Still, there must some primitives here or there, "under the hood", else such a language would really be a pure form and a program would execute without *doing* anything These primitives are not expressed in the language itself. There are operational primitives (such as IO), but also some minimal "meta-linguistic" ones such as in Forth:
* A number token means "push this number (value) on the stack"
* ':...;' means "parse and store this definition"
* A word token means "recall this word's definiton"
[Expressed with my own words that may not be accurate.]
Analog operational and meta-linguistic primitives can be found in Io or other languages. In Io's case, and I guess in Forth too, even those things can be redefined. [E.g. in Io one can give a new definition to '(...)' which default is close to the one in Lisp.]
Now, my question is: is there any relation between such self-defining properties and the notion of "concatenativity"?
-3- human expressiveness ======================
I wonder about the practical usefulness of the concatenative propertie(s). The ability of building a program by pure composition is great. But it seems to lead to great modelizing restrictions, too. I will illustrate my question with a simple example.
Lets take the "mystery number" game. [Guess a number between eg 1 & 100. The "game master" answers "more" or "less" until found.] As I see it:
* There are 2 actors.
* They communicate: the player "guesses", the master "answers".
* The master holds a "secret" data item; the player has current "lower" and "upper" bounds.
This example really well maps to OO semantics, sure, I didn't choose it randomly But I really think, too, that it illustrates a kind of natural way to express most of non-scientific models. (I.e. models that are rather a system than a "problem" mapping to a (possibly tree-like) process.)
How would a model of this game expressed in a concatenative language look like? (I really ask: if ever some of you want to answer with source code...)
I guess that in a functional language it would lead to conceptual distortion. Slight, manageable distortion, because the game is so simple. What I mean is that such langugages are often unable to allow a direct mapping from a model to source code expression. In other words: for me, a program should look like (be analog to) what it pretends to express.

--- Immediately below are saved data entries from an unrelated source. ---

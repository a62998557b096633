import type { Expr } from './expression.ts';
import { readSubscript } from './read-arguments.ts';
import { readItems } from './read-atoms.ts';
import { readPlainDerivative } from './read-derivatives.ts';
import { takeDifferential } from './read-expression.ts';
import { numberOf, type Reader } from './reader.ts';

/** Letters that are likely to name a function even where none was introduced. */
const USUAL_FUNCTIONS = /^[fghFGH]$/;

/** A letter with its subscript, primes and, for a function of the derivation's own, its arguments. */
export function readLetter(reader: Reader): Expr {
  const { token, context } = reader;
  const { start } = token;
  if (context.dx === 'held' && reader.atDifferential()) {
    takeDifferential(reader);
    return numberOf(reader.span(start), 1n);
  }
  const derivative = token.text === 'd' ? readPlainDerivative(reader) : null;
  if (derivative) return derivative;
  reader.next();
  const isArgument = context.side === 'argument';
  const name = token.text + (isArgument ? '' : readSubscript(reader));
  const primes = isArgument ? 0 : readPrimes(reader);
  const isFunction = reader.functions.includes(name);
  if (primes > 0 || (isFunction && reader.is('('))) return readApplied(reader, name, primes, start, isFunction);
  if (USUAL_FUNCTIONS.test(name) && reader.is('(') && !reader.token.gap) reader.flags.add('unknown-function');
  const span = reader.span(start);
  if (name === '\\pi') return { kind: 'constant', name: 'pi', span };
  if (name === 'e' || (name === 'i' && token.end === start + 1 && isUnit(reader)))
    return { kind: 'constant', name, span };
  return { kind: 'letter', name, span };
}

/** A free i, not written as `\mathit{i}`, is the unit in a task on complex numbers; in a real one the author is asked. */
function isUnit(reader: Reader): boolean {
  if (reader.bound.includes('i')) return false;
  if (reader.settings.numbers === 'complex') return true;
  reader.flags.add('imaginary-unit');
  return reader.choose('unit');
}

export function readConstant(reader: Reader): Expr {
  const { kind, start } = reader.next();
  const name = kind === 'e' || kind === 'i' ? kind : 'infinity';
  return { kind: 'constant', name, span: reader.span(start) };
}

const PRIMES = /(?:\^?'|\^\{'+\})+/y;

/** Counts `'`, `''` and `^{\prime}`. */
export function readPrimes(reader: Reader): number {
  const marks = reader.ahead(PRIMES);
  if (!marks) return 0;
  reader.skip(marks.length);
  return marks.split("'").length - 1;
}

function readApplied(reader: Reader, name: string, primes: number, start: number, isFunction: boolean): Expr {
  // `y'(x)` and `y'(0)` are calls; `y'(x+1)` is a product unless y was introduced as a function.
  const isCall = reader.is('(') && (isFunction || USUAL_FUNCTIONS.test(name) || reader.ahead(/\([a0]\)/y));
  if (isCall && !isFunction) reader.flags.add('unknown-function');
  const args = isCall && reader.next() ? readItems(reader, ')') : [];
  return { kind: 'apply', name, primes, args, span: reader.span(start) };
}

This statement may only reflect a personal bias. Prototype based languges are, imo, the best metaphor / paradigm as of know, to allow direct, "natural", expression (In the OO world, most class-based languages yield on the contrary incredible and highly abstract complication -- and extreme dependencies!).
Is there a way to accord concatenation and basic OO? Or are these approaches -- as I suspect -- definitely incompatible?